Tuesday, August 23, 2011

Discounts, Easier Finance on offer for Tata Nano



Mumbai: Tata Motors Ltd is offering heavy discounts and attractive finance schemes to revive sales of the Nano, the world’s cheapest car.

The company is offering a cash discount of up to Rs. 20,000 and has also reduced the down payment on financed cars to Rs. 15,000 from Rs. 35,000 for the base model.

This is nearly equivalent to what one pays when buying a motorcycle, said a Delhi-based dealer, who did not want to be identified.

The company is also offering high tenure financing of up to 60 months through special arrangements with major financiers.

The ex-showroom price for the base model of the car after the discount is Rs. 1,25,880. The discounted price brings it nearly at par with its launch price of July 2009, Rs. 1,23,360.

“As families, in state after state, get ready for the festive season, despite high fuel prices and interest rates, this is a limited-period offer.” Debasis Ray, a spokesperson for Tata Motors, said in an email.

Sales of the Nano dropped two-thirds to 3,260 units in July from the same month a year ago because of high fuel prices, repeated hikes in interest rates, and new, attractively priced models from rivals.

The contraction in July sales numbers for the Nano has worried the top management of Tata Motors.

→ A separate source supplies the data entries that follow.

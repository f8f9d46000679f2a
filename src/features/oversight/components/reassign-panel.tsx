// Handing an adjudication to a third reviewer: any active reviewer who did not read this
// exam. The server refuses the exam's own sonographer and the two readers with a reason.
import { useState } from "react";
import { useQuery } from "@tanstack/react-query";
import { Button } from "../../../components/ui/button";
import { FormMessage } from "../../../components/ui/form-message";
import { SelectField } from "../../../components/ui/select-field";
import { membersQuery } from "../../../lib/members";
import { useReassign, type Adjudication } from "../api/oversight";

export function ReassignPanel({ item }: { item: Adjudication }) {
  const members = useQuery(membersQuery);
  const reassign = useReassign();
  const [reviewerId, setReviewerId] = useState("");
  const readers = new Set(item.reads.map((r) => r.reviewer));
  const reviewers = (members.data?.members ?? []).filter((m) => m.active && m.roles.includes("reviewer") && !readers.has(m.name));
  const current = item.assignedTo ? members.data?.members.find((m) => m.id === item.assignedTo) : null;

  return (
    <section aria-labelledby="reassign-heading" className="rounded-lg border border-slate-200 bg-white p-4">
      <h2 id="reassign-heading" className="text-lg font-semibold text-ink-950">
        Hand to a third reviewer
      </h2>
      <p className="mt-1 text-sm text-slate-600">
        {current ? `Now handed to ${current.name}. ` : ""}The chosen reviewer sees both reads and sets the final result instead of you.
      </p>
      {members.isError ? (
        <FormMessage message="The reviewers could not be loaded." />
      ) : (
        <form
          className="mt-3 flex flex-wrap items-end gap-3"
          onSubmit={(e) => {
            e.preventDefault();
            if (reviewerId) reassign.mutate({ assignmentId: item.assignmentId, reviewerId });
          }}
        >
          <SelectField
            label="Reviewer"
            compact
            className="w-64"
            value={reviewerId}
            onChange={(e) => setReviewerId(e.target.value)}
            disabled={members.isPending}
          >
            <option value="">{members.isPending ? "Loading reviewers…" : "Choose a reviewer"}</option>
            {reviewers.map((m) => (
              <option key={m.id} value={m.id}>
                {m.name}
              </option>
            ))}
          </SelectField>
          <Button type="submit" variant="secondary" disabled={!reviewerId} busy={reassign.isPending}>
            Hand over
          </Button>
        </form>
      )}
      <div className="mt-2">
        <FormMessage message={reassign.isError ? reassign.error.message : null} />
        <FormMessage tone="success" message={reassign.isSuccess ? "Handed over. The reviewer finds it under Adjudication." : null} />
      </div>
    </section>
  );
}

In an 8 August meeting in Bombay House, the company’s headquarters in Mumbai, the top brass—including Ravi Kant, the company’s non-executive vice-chairman; Carl-Peter Forster, the Tata Motors group chief executive, and Prakash M. Telang, managing director of India operations—discussed the pricing of the car, according to one of the officials who attended the meeting and spoke on condition of anonymity.

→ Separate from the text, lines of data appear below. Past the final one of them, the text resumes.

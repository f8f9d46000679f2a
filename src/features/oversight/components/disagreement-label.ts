// Names a disagreement key ("depth", "read.free_fluid_ruq") in words for the QA lead.
import type { Adjudication } from "../api/oversight";

/** The criterion's label, or "Read: <finding key in words>" for a finding. */
export function disagreementLabel(key: string, item: Pick<Adjudication, "rubric">, findingLabels: Record<string, string> = {}): string {
  if (key.startsWith("read.")) {
    const finding = key.slice(5);
    return `Read of ${findingLabels[finding] ?? finding.replace(/_/g, " ")}`;
  }
  return item.rubric?.criteria.find((c) => c.key === key)?.label ?? key;
}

Dealers and analysts are sceptical whether these efforts will translate into sales. “The discounts and schemes have not been able to increase sales even for company’s diesel models like Indica and Indigo. I doubt it will help Nano, which is already priced competitively,” said Vineet Hetamasaria, an analyst at PINC Research.

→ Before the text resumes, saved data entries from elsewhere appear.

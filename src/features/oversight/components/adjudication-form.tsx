// Both reads side by side, per criterion and per finding, with the final choice in the same
// row. Rows where the reads differ beyond tolerance carry a "Differs" word and icon, not only
// a tint. Final scores start from the primary read.
import { useMemo } from "react";
import { useForm } from "react-hook-form";
import { CircleAlert, CircleCheck } from "lucide-react";
import type { FindingRead } from "../../../../shared/catalogue";
import { FINDING_READS } from "../../../../shared/catalogue";
import { criteriaFor, scoreIssues } from "../../../../shared/rubric/logic";
import type { Criterion, ScoreValue } from "../../../../shared/rubric/types";
import { Button } from "../../../components/ui/button";
import { FormMessage } from "../../../components/ui/form-message";
import { FieldError } from "../../../components/ui/text-field";
import { errorMessage, fieldErrors } from "../../../lib/api-errors";
import { READ_LABELS } from "../../../lib/catalogue";
import type { AdjudicateBody, Adjudication } from "../api/oversight";

type FormValues = { scores: Record<string, string>; reads: Record<string, FindingRead | "">; note: string; limited: boolean };

const th = "px-3 py-2 font-semibold";
const td = "px-3 py-2 align-top";
const finalSelect = "block w-full rounded-md border border-slate-400 bg-white px-2 py-1 text-sm focus-visible:outline-2 focus-visible:outline-sea-600";

/** The head row both comparison tables share: their own first columns, then Reads and Final. */
function ComparisonHead({ columns }: { columns: string[] }) {
  return (
    <thead className="border-y border-slate-200 bg-paper-200 text-xs uppercase tracking-wide text-slate-700">
      <tr>
        {[...columns, "Reads", "Final"].map((c) => (
          <th key={c} scope="col" className={th}>
            {c}
          </th>
        ))}
      </tr>
    </thead>
  );
}

function scoreWords(c: Criterion, v: ScoreValue | undefined): string {
  if (v === undefined || v === null || v === "") return "—";
  const level = c.levels.find((l) => l.value === String(v));
  return level ? level.label : String(v);
}

function Agreement({ differs }: { differs: boolean }) {
  return differs ? (
    <span className="inline-flex items-center gap-1 whitespace-nowrap font-semibold text-coral-700">
      <CircleAlert aria-hidden="true" className="size-4" />
      Differs
    </span>
  ) : (
    <span className="inline-flex items-center gap-1 whitespace-nowrap text-slate-600">
      <CircleCheck aria-hidden="true" className="size-4" />
      Agrees
    </span>
  );
}

type Props = {
  item: Adjudication;
  findings: { key: string; label: string }[];
  sonographerReads: Record<string, FindingRead>;
  busy: boolean;
  error: unknown;
  onSubmit: (body: AdjudicateBody) => void;
};

export function AdjudicationForm({ item, findings, sonographerReads, busy, error, onSubmit }: Props) {
  const criteria = useMemo(() => (item.rubric ? criteriaFor(item.rubric.criteria, item.application.code) : []), [item]);
  const primary = item.reads.find((r) => r.kind === "primary");
  const second = item.reads.find((r) => r.kind === "second");
  const readOf = (r: typeof primary, key: string) => r?.reads.find((x) => x.key === key)?.read;

  const form = useForm<FormValues>({
    defaultValues: {
      scores: Object.fromEntries(criteria.map((c) => [c.key, primary?.scores[c.key] !== undefined ? String(primary.scores[c.key]) : ""])),
      reads: Object.fromEntries(findings.map((f) => [f.key, readOf(primary, f.key) ?? ""])),
      note: "",
      limited: primary?.limited ?? false,
    },
  });
  const errors = form.formState.errors;
  const server = fieldErrors(error);

  const submit = form.handleSubmit((values) => {
    const scores: Record<string, ScoreValue> = {};
    for (const c of criteria) {
      const raw = values.scores[c.key] ?? "";
      if (raw === "") continue;
      scores[c.key] = c.kind === "number" ? Number(raw) : raw;
    }
    const issues = scoreIssues(criteria, item.application.code, scores, item.rubric?.version ?? 0);
    let first = true;
    for (const issue of issues) {
      form.setError(issue.path as `scores.${string}`, { type: "rubric", message: issue.message }, { shouldFocus: first });
      first = false;
    }
    const reads: AdjudicateBody["reads"] = [];
    for (const f of findings) {
      const r = values.reads[f.key];
      if (!r) {
        form.setError(`reads.${f.key}`, { type: "required", message: "Choose the final read" }, { shouldFocus: first });
        first = false;
      } else reads.push({ key: f.key, read: r });
    }
    if (!first) return;
    onSubmit({ scores, reads, note: values.note.trim(), limited: values.limited });
  });

  const differs = new Set(item.disagreements);
  const rowClass = (d: boolean) => (d ? "bg-coral-50/70" : undefined);

  return (
    <form onSubmit={submit} noValidate className="space-y-6">
      <section aria-labelledby="scores-heading" className="rounded-lg border border-slate-200 bg-white">
        <h2 id="scores-heading" className="px-4 pt-4 text-lg font-semibold text-ink-950">
          Scores
        </h2>
        <p className="px-4 text-sm text-slate-600">
          {differs.size > 0 ? `${item.disagreements.filter((d) => !d.startsWith("read.")).length} of ${criteria.length} criteria differ beyond tolerance.` : ""}{" "}
          The final scores start from the primary read.
        </p>
        <div className="mt-3 overflow-x-auto">
          <table className="w-full text-left text-sm">
            <caption className="sr-only">Both reads per criterion and the final score</caption>
            <ComparisonHead columns={["Criterion", `Primary · ${primary?.reviewer ?? "—"}`, `Second · ${second?.reviewer ?? "—"}`]} />
            <tbody className="divide-y divide-slate-100">
              {criteria.map((c) => {
                const d = differs.has(c.key);
                const message = errors.scores?.[c.key]?.message ?? server[`scores.${c.key}`];
                const id = `final-${c.key}`;
                return (
                  <tr key={c.key} className={rowClass(d)} data-differs={d || undefined}>
                    <th scope="row" className={`${td} font-semibold text-ink-950`}>
                      {c.label}
                      {c.critical ? <span className="block text-xs font-normal text-slate-600">Critical</span> : null}
                      {c.tolerance > 0 ? <span className="block text-xs font-normal text-slate-600">Tolerance {c.tolerance}</span> : null}
                    </th>
                    <td className={td}>{scoreWords(c, primary?.scores[c.key])}</td>
                    <td className={td}>{scoreWords(c, second?.scores[c.key])}</td>
                    <td className={td}>
                      <Agreement differs={d} />
                    </td>
                    <td className={`${td} min-w-48`}>
                      <label htmlFor={id} className="sr-only">
                        Final {c.label}
                      </label>
                      {c.kind === "number" ? (
                        <input
                          id={id}
                          type="number"
                          min={c.min ?? undefined}
                          max={c.max ?? undefined}
                          aria-invalid={message ? true : undefined}
                          aria-describedby={`${id}-error`}
                          className="block w-28 rounded-md border border-slate-400 bg-white px-2 py-1 text-sm tabular-nums focus-visible:outline-2 focus-visible:outline-sea-600"
                          {...form.register(`scores.${c.key}`)}
                        />
                      ) : (
                        <select
                          id={id}
                          aria-invalid={message ? true : undefined}
                          aria-describedby={`${id}-error`}
                          className={finalSelect}
                          {...form.register(`scores.${c.key}`)}
                        >
                          <option value="">{c.required ? "Choose…" : "Not scored"}</option>
                          {c.levels.map((l) => (
                            <option key={l.value} value={l.value}>
                              {l.label}
                            </option>
                          ))}
                        </select>
                      )}
                      <FieldError id={`${id}-error`} message={message} />
                    </td>
                  </tr>
                );
              })}
            </tbody>
          </table>
        </div>
      </section>

      <section aria-labelledby="reads-heading" className="rounded-lg border border-slate-200 bg-white">
        <h2 id="reads-heading" className="px-4 pt-4 text-lg font-semibold text-ink-950">
          Interpretation
        </h2>
        <p className="px-4 text-sm text-slate-600">
          The final read of each finding becomes the reference for the clinician&apos;s true and false positives and negatives.
        </p>
        {findings.length === 0 ? (
          <p className="px-4 py-3 text-sm text-slate-600">This application asks about no findings.</p>
        ) : (
          <div className="mt-3 overflow-x-auto">
            <table className="w-full text-left text-sm">
              <caption className="sr-only">The clinician&apos;s read, both reviewers&apos; reads and the final read of each finding</caption>
              <ComparisonHead columns={["Finding", "Clinician", "Primary", "Second"]} />
              <tbody className="divide-y divide-slate-100">
                {findings.map((f) => {
                  const d = differs.has(`read.${f.key}`);
                  const id = `final-read-${f.key}`;
                  const message = errors.reads?.[f.key]?.message;
                  const words = (r: FindingRead | undefined) => (r ? READ_LABELS[r] : "—");
                  return (
                    <tr key={f.key} className={rowClass(d)} data-differs={d || undefined}>
                      <th scope="row" className={`${td} font-semibold text-ink-950`}>
                        {f.label}
                      </th>
                      <td className={td}>{words(sonographerReads[f.key])}</td>
                      <td className={td}>{words(readOf(primary, f.key))}</td>
                      <td className={td}>{words(readOf(second, f.key))}</td>
                      <td className={td}>
                        <Agreement differs={d} />
                      </td>
                      <td className={`${td} min-w-40`}>
                        <label htmlFor={id} className="sr-only">
                          Final read of {f.label}
                        </label>
                        <select
                          id={id}
                          aria-invalid={message ? true : undefined}
                          aria-describedby={`${id}-error`}
                          className={finalSelect}
                          {...form.register(`reads.${f.key}`)}
                        >
                          <option value="">Choose…</option>
                          {FINDING_READS.map((r) => (
                            <option key={r} value={r}>
                              {READ_LABELS[r]}
                            </option>
                          ))}
                        </select>
                        <FieldError id={`${id}-error`} message={message} />
                      </td>
                    </tr>
                  );
                })}
              </tbody>
            </table>
          </div>
        )}
      </section>

      <section aria-labelledby="note-heading" className="rounded-lg border border-slate-200 bg-white p-4">
        <h2 id="note-heading" className="text-lg font-semibold text-ink-950">
          Decision
        </h2>
        <label htmlFor="adjudication-note" className="mt-2 block text-sm font-semibold text-ink-900">
          Adjudication note
        </label>
        <p id="adjudication-note-hint" className="text-sm text-slate-600">
          Why the final result is what it is. The clinician sees this note with the feedback.
        </p>
        <textarea
          id="adjudication-note"
          rows={3}
          maxLength={2000}
          aria-describedby="adjudication-note-hint"
          className="mt-1 block w-full rounded-md border border-slate-400 bg-white px-3 py-2 text-base focus-visible:outline-2 focus-visible:outline-offset-1 focus-visible:outline-sea-600"
          {...form.register("note")}
        />
        <label className="mt-3 flex items-start gap-2 text-sm text-ink-900">
          <input type="checkbox" className="mt-0.5 size-4 accent-sea-600" {...form.register("limited")} />
          <span>
            <span className="font-semibold">Technically limited by patient factors</span>
            <span className="block text-slate-600">No credit, and not counted as poor technique.</span>
          </span>
        </label>
        <div className="mt-3">
          <FormMessage message={error ? errorMessage(error, "The final result was not saved; try again.") : null} />
        </div>
        <div className="mt-3 flex justify-end">
          <Button type="submit" busy={busy}>
            Set the final result
          </Button>
        </div>
      </section>
    </form>
  );
}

At these discounts, for every five cars, the company “will have to sell two more or else it will have an impact on profitability”, said Mahantesh Sabarad, an analyst at Fortune Equity Brokers (India) Ltd.

Poor Nano sales may not have a big impact on the company’s overall profitability, but slow growth in sales will result in a higher break-even target for the model, according to Sujeet Arora, an analyst at brokerage Prabhudas Lilladher Pvt. Ltd. “Ideally, the monthly sales run for the car should be 20,000 per month. That’s nowhere in sight. The schemes will not push it beyond 10,000 units,” he added, attributing the higher break-even volumes to higher costs in the Nano project owing to the expenses incurred by the company while shifting machinery to Sanand in Gujarat from Singur in West Bengal.